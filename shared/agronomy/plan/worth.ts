import { hasWorkLeft, PASS_COUNT, PLANT, type PlanField, type PlanProblem } from './problem'
import type { Timeline } from './timeline'

/**
 * What planting before rain is worth.
 *
 * An acre planted in hour τ, before its run's rain, is worth (share of yield at τ − share when the field is fit again
 * after that rain) × goal yield × price. An acre that isn't planted by then waits either way and is worth 0. In a run
 * without rain within the horizon the comparison is with planting at the horizon's end: the rain comes later still,
 * so that is the least that waiting costs. Fuel, road hours and a missed pre-emerge are not charged yet.
 */

/**
 * Worth of one field in one run under the order that the timeline shows, $.
 *
 * @returns NaN when a share, the yield or the price isn't known
 */
export function plantedWorthUsd(problem: PlanProblem, timeline: Timeline, run: number, field: number): number {
  const { shareByHour, shareAfter, usdPerAc, ground } = problem.fields[field]!
  const rainAt = Math.min(problem.rainAt[ground * problem.runs + run]!, problem.hours)
  const node = field * PASS_COUNT + PLANT
  const end = timeline.first[node]! + timeline.count[node]!
  let keptAc = 0
  let acres = 0
  for (let piece = timeline.first[node]!; piece < end; piece++) {
    const from = timeline.from[piece]!
    const to = Math.min(timeline.to[piece]!, rainAt)
    if (from >= to) break
    const rate = (timeline.acTo[piece]! - timeline.acFrom[piece]!) / (timeline.to[piece]! - from)
    acres += rate * (to - from)
    for (let hour = Math.floor(from); hour < to; hour++) {
      keptAc += rate * (Math.min(to, hour + 1) - Math.max(from, hour)) * shareByHour[hour]!
    }
  }
  return acres === 0 ? 0 * usdPerAc : (keptAc - acres * shareAfter[run]!) * usdPerAc
}

/**
 * What a field has at stake by waiting in one run: all its acres planted in the first hour in which it may be planted,
 * against after the rain.
 *
 * @returns $; 0 when it can't be planted before the run's rain, so that nothing is lost by waiting; NaN when a share,
 *   the yield or the price isn't known
 */
export function stakeUsd(problem: PlanProblem, run: number, field: number): number {
  const { shareByHour, shareAfter, usdPerAc, ground, areaAc, doneAc } = problem.fields[field]!
  const hour = firstPlantingHour(problem, run, ground)
  if (hour >= Math.min(problem.rainAt[ground * problem.runs + run]!, problem.hours)) return 0 * usdPerAc
  return (shareByHour[hour]! - shareAfter[run]!) * usdPerAc * (areaAc - doneAc[PLANT]!)
}

/** First hour in which the ground may be planted in a run; Infinity when never within the horizon. */
export function firstPlantingHour({ workable }: PlanProblem, run: number, ground: number): number {
  const { starts, bounds } = workable[ground]!
  const first = starts[run * PASS_COUNT + PLANT]!
  return first < starts[run * PASS_COUNT + PLANT + 1]! ? bounds[first]! : Infinity
}

/** True when the last acre is planted before the run's rain, or, in a dry run, within the horizon. */
export function isDoneBeforeRain(problem: PlanProblem, timeline: Timeline, run: number, field: number): boolean {
  const finishedAt = timeline.finishedAt[field * PASS_COUNT + PLANT]!
  return finishedAt < Infinity && finishedAt <= problem.rainAt[problem.fields[field]!.ground * problem.runs + run]!
}

/** Hours of planting that a field still needs at a rate. */
export function planterHours(field: PlanField, rateAcPerHour: number): number {
  return hasWorkLeft(field, PLANT) ? (field.areaAc - field.doneAc[PLANT]!) / rateAcPerHour : 0
}
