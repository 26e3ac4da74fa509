import { PASSES } from '../ground'

/** Passes by number: index into PASSES, Dig 0 to Spray 4. */
export const PASS_COUNT = PASSES.length
export const DIG = PASSES.indexOf('dig')
export const PLANT = PASSES.indexOf('plant')
export const ROLL = PASSES.indexOf('roll')
export const SPRAY = PASSES.indexOf('spray')

/**
 * What an order is made for. Hours are counted from the start of the plan, fields, machines, grounds and runs by
 * their place in the arrays. Fields come sorted by id, so that ties fall the same way whatever the input's order.
 */
export interface PlanProblem {
  hours: number
  runs: number
  fields: readonly PlanField[]
  machines: readonly PlanMachine[]
  /** when each pass may be worked, one element a ground: stretch list run · 5 + pass */
  workable: readonly StretchLists[]
  /** hour at which the run's rain starts on each ground, ground · runs + run; Infinity: not within the horizon */
  rainAt: Float64Array
}

export interface PlanField {
  id: string
  areaAc: number
  /** acres done of each pass, at most the area */
  doneAc: Float64Array
  /** 1 for each pass that the field gets */
  needed: Uint8Array
  /** fields alike in place, soil and crop share a ground */
  ground: number
  /** hour before which nothing is begun in it; 0: not held back */
  heldUntil: number
  /** share of the highest yield kept by planting in each hour of the plan, 0 to 1; NaN: not known */
  shareByHour: Float64Array
  /** share kept by waiting until the field is fit again after each run's rain, 0 to 1; NaN: not known */
  shareAfter: Float64Array
  /** goal yield times price, $/ac; NaN: not known */
  usdPerAc: number
}

export interface PlanMachine {
  id: string
  pass: number
  rateAcPerHour: number
  /** when it may work, pairs of hours, rising and apart */
  working: Float64Array
  /** working hours from where it stands to starting work in each field; 0 for the field that it stands in */
  firstMoveHours: Float64Array
  /** working hours from stopping work in one field to starting in another, from · fields + to */
  moveHours: Float64Array
}

/** Lists of stretches end to end: list i is bounds[starts[i]] to bounds[starts[i + 1]], pairs [from, to). */
export interface StretchLists {
  starts: Int32Array
  bounds: Float64Array
}

/** For each machine, the fields in the order in which it goes to them. */
export type Sequences = readonly (readonly number[])[]

/** Acres under which a pass counts as finished. */
export const ACRE_TOLERANCE = 1e-6

/** True when the field still needs acres of the pass. */
export function hasWorkLeft(field: PlanField, pass: number): boolean {
  return field.needed[pass] === 1 && field.areaAc - field.doneAc[pass]! > ACRE_TOLERANCE
}

/** The pass that goes before a pass in a field's chain; -1 when it is the first. */
export function passBefore(field: PlanField, pass: number): number {
  for (let before = pass - 1; before >= 0; before--) if (field.needed[before] === 1) return before
  return -1
}
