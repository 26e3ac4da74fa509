import { listFarms } from '../../db/queries/farms'
import { createOpenMeteo } from '../../gateways/weather/open-meteo'
import type { WeatherGateway } from '../../gateways/weather/weather-gateway'
import { announceChange } from '../changes'
import { registerJob, type Job } from '../jobs'
import { pullWeather } from './pull-weather'

const HOUR_MS = 3_600_000
/** Each hour at this minute: a new cycle is out by then. */
const MINUTE = 41
/** Longest that the service may take over an answer. */
const PATIENCE_MS = 10_000
let gateway: WeatherGateway | null = null

/** Pulls every hour; after a stop, once. */
export const weatherPullJob: Job = {
  name: 'weather:pull',
  dueAt(app, lastSuccessAt) {
    if (!lastSuccessAt) return new Date(0)
    const minute = MINUTE * 60_000
    return new Date(Math.floor((lastSuccessAt.getTime() - minute) / HOUR_MS + 1) * HOUR_MS + minute)
  },
  async run(app, at) {
    const { weather } = app.settings
    // The demo's time is invented, so there is no sense in waiting in real time before another try.
    const sleep = (ms: number) => new Promise<void>(resolve => setTimeout(resolve, app.demoClock ? 0 : ms))
    gateway ??= createOpenMeteo(weather, { now: app.clock.now, random: Math.random, sleep, patienceMs: PATIENCE_MS })
    await pullWeather({ db: app.db, now: at, gateway, model: { forecast: weather.forecastModel, runs: weather.runsModel } })
    for (const farm of listFarms(app.db)) announceChange(farm.id)
  },
}

export function registerWeatherPull(): void {
  registerJob(weatherPullJob)
}
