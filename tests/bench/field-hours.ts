import { fieldSoil } from '../../shared/agronomy/soil/field-soil'
import { copyState, createTrace, runFieldModel, startingState } from '../../shared/agronomy/soil/water-balance'
import { benchWeather, leastMs } from './bench-weather'

const FIELDS = 40
const RUNS = 31
const HOURS = 240
const ROUNDS = 4
const soil = fieldSoil({ sandPct: 25, clayPct: 50, organicMatterPct: 3 }, 'tiled', 30)

/**
 * The soil model against two loops over the same arrays: one that only touches them, and one with the powers and
 * exponentials that a step of three layers can't do without.
 */
export default async function benchFieldHours(log: (line: string) => void): Promise<void> {
  const model = leastMs(ROUNDS, () => runModel(FIELDS, RUNS, HOURS))
  const arithmetic = leastMs(ROUNDS, () => runArithmetic(FIELDS * RUNS, HOURS))
  const bare = leastMs(ROUNDS, () => runBare(FIELDS * RUNS, HOURS))
  const fieldHours = FIELDS * RUNS * HOURS
  log(`soil model, ${FIELDS} fields × ${RUNS} runs × ${HOURS} h: ${model.toFixed(0)} ms, ${(fieldHours / model / 1000).toFixed(2)} million field-hours/s`)
  log(`  bare typed-array loop ${(fieldHours / bare / 1000).toFixed(0)} million/s, ratio ${(bare / model).toFixed(4)}; a step's powers and exponentials alone ${arithmetic.toFixed(0)} ms, the model takes ${(model / arithmetic).toFixed(2)} times that`)
  const exponent = (twice: () => void, once: () => void) => Math.log2(leastMs(ROUNDS, twice) / leastMs(ROUNDS, once)).toFixed(2)
  log(`  cost grows with fields^${exponent(() => runModel(20, 10, HOURS), () => runModel(10, 10, HOURS))}, runs^${exponent(() => runModel(10, 20, HOURS), () => runModel(10, 10, HOURS))}, hours^${exponent(() => runModel(10, 10, 480), () => runModel(10, 10, 240))}`)
}

function runModel(fields: number, runs: number, hours: number): void {
  const { weather, etoMm, localHour } = benchWeather(hours)
  const [start, state, trace] = [startingState(soil, 8), startingState(soil, 8), createTrace(hours)]
  for (let i = 0; i < fields * runs; i++) {
    copyState(start, state)
    runFieldModel(soil, weather, etoMm, localHour, state, trace)
  }
}

/** Three layers' closed-form drainage (a power and its root each), the day's swing, and the evaporation. */
function runArithmetic(times: number, hours: number): void {
  const { weather, etoMm } = benchWeather(hours)
  const out = new Float64Array(hours)
  const n = soil.properties.conductivityExponent
  for (let i = 0; i < times; i++) {
    let [a, b, c] = [0.4, 0.41, 0.42]
    for (let hour = 0; hour < hours; hour++) {
      a = 0.4 * (1 + 0.01 * (a / 0.5) ** n) ** (-1 / (n - 1))
      b = 0.41 * (1 + 0.01 * (b / 0.5) ** n) ** (-1 / (n - 1))
      c = 0.42 * (1 + 0.01 * (c / 0.5) ** n) ** (-1 / (n - 1))
      out[hour] = a + b + c + Math.exp(-0.1 * weather.temperatureC[hour]!) + etoMm[hour]! * (weather.rainMm[hour]! + 1)
    }
  }
}

function runBare(times: number, hours: number): void {
  const { weather, etoMm } = benchWeather(hours)
  const out = new Float64Array(hours)
  for (let i = 0; i < times; i++) for (let hour = 0; hour < hours; hour++) out[hour] = weather.rainMm[hour]! + weather.temperatureC[hour]! * 0.5 + etoMm[hour]! + out[hour]! * 0.9
}
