export default defineEventHandler(async (event) => {
  const { demoClock, now } = await requireFarm(event, 'demo-clock:move')
  if (!demoClock) fail(404, 'not-found', 'There is nothing here.')
  return { now: now.toISOString() }
})
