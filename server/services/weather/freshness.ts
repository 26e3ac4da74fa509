import type { ForecastSummary } from '../../../shared/types/ground-order'

const HOUR_MS = 3_600_000
/** Pulled every hour; late after the second that brought nothing; past a day no advice is worked out from it. */
export const LATE_AFTER_MS = 2 * HOUR_MS
export const EXPIRED_AFTER_MS = 24 * HOUR_MS

export function freshness(fetchedAt: Date | null, now: Date): ForecastSummary['status'] {
  if (!fetchedAt) return 'none'
  const age = now.getTime() - fetchedAt.getTime()
  if (age > EXPIRED_AFTER_MS) return 'expired'
  return age > LATE_AFTER_MS ? 'late' : 'fresh'
}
******
**PROBLEM TO WORK ON:** For each line of the entries that includes "null", show that line.

**SOLUTION TO THIS PROBLEM:**
let gateway: WeatherGateway | null = null
export function freshness(fetchedAt: Date | null, now: Date): ForecastSummary['status'] {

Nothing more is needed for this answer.